EXERCISE:
From the listing below, extract each line containing the string "pixels".
RECORDED DATA below:
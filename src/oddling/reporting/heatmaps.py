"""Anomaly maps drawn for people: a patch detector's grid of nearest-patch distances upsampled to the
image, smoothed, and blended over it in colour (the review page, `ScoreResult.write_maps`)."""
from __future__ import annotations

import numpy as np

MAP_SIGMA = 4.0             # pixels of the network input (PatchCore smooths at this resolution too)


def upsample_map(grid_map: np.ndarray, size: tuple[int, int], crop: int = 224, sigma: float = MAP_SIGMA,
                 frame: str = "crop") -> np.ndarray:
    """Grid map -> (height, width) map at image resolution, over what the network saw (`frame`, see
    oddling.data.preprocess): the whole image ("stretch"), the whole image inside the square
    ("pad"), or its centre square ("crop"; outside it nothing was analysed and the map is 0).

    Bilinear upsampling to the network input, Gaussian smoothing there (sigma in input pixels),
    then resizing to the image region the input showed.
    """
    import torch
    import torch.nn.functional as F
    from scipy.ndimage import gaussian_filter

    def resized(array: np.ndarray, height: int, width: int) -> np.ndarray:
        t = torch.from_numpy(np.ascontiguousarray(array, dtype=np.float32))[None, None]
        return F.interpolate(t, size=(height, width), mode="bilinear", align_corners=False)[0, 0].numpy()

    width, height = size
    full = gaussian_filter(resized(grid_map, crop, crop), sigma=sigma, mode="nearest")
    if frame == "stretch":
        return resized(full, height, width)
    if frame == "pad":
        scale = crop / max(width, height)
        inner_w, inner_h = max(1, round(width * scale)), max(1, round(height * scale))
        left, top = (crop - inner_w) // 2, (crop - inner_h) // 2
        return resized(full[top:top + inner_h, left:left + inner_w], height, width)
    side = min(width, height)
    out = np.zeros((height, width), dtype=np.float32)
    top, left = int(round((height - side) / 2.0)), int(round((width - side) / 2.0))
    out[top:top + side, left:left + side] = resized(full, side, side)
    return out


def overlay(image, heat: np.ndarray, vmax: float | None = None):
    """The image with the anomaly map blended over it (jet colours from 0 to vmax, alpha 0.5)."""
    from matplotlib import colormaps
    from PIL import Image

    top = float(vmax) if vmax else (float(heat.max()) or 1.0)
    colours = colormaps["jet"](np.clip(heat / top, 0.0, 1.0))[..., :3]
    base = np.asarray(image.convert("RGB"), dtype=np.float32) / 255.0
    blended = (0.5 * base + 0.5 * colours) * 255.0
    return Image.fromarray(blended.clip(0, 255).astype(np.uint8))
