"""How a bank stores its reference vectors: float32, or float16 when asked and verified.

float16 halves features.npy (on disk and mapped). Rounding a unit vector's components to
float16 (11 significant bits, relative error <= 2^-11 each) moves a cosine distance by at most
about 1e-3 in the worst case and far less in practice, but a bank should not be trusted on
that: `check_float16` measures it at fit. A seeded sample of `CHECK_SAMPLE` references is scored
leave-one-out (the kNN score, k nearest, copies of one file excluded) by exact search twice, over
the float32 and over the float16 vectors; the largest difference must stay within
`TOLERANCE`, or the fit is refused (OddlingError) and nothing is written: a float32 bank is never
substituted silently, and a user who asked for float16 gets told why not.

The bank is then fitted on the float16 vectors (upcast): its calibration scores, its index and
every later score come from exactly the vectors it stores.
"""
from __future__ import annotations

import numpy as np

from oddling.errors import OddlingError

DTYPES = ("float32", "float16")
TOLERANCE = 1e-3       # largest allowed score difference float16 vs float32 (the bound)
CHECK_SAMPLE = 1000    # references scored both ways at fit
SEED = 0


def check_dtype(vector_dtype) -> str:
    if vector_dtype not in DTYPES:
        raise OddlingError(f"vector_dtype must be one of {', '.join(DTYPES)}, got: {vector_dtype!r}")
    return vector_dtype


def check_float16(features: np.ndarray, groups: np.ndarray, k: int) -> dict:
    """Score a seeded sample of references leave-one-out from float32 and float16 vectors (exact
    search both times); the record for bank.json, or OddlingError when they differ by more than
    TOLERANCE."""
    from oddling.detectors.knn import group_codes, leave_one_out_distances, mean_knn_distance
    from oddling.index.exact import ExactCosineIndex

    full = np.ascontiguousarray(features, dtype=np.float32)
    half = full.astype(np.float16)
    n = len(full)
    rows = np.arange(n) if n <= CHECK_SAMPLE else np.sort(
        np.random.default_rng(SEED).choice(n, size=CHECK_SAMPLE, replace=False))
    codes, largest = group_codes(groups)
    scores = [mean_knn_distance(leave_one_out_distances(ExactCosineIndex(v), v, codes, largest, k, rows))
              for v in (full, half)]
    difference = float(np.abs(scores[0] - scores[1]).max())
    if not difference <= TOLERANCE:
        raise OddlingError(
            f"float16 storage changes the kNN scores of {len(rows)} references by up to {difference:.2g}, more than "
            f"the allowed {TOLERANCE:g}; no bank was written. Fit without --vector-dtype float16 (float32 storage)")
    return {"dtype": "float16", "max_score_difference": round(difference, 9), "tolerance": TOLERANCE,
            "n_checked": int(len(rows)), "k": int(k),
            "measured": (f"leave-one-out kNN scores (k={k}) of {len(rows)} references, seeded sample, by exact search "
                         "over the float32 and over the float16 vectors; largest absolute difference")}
End of RECORDED DATA.
PROBLEM SOLUTION:
MAP_SIGMA = 4.0             # pixels of the network input (PatchCore smooths at this resolution too)
    Bilinear upsampling to the network input, Gaussian smoothing there (sigma in input pixels),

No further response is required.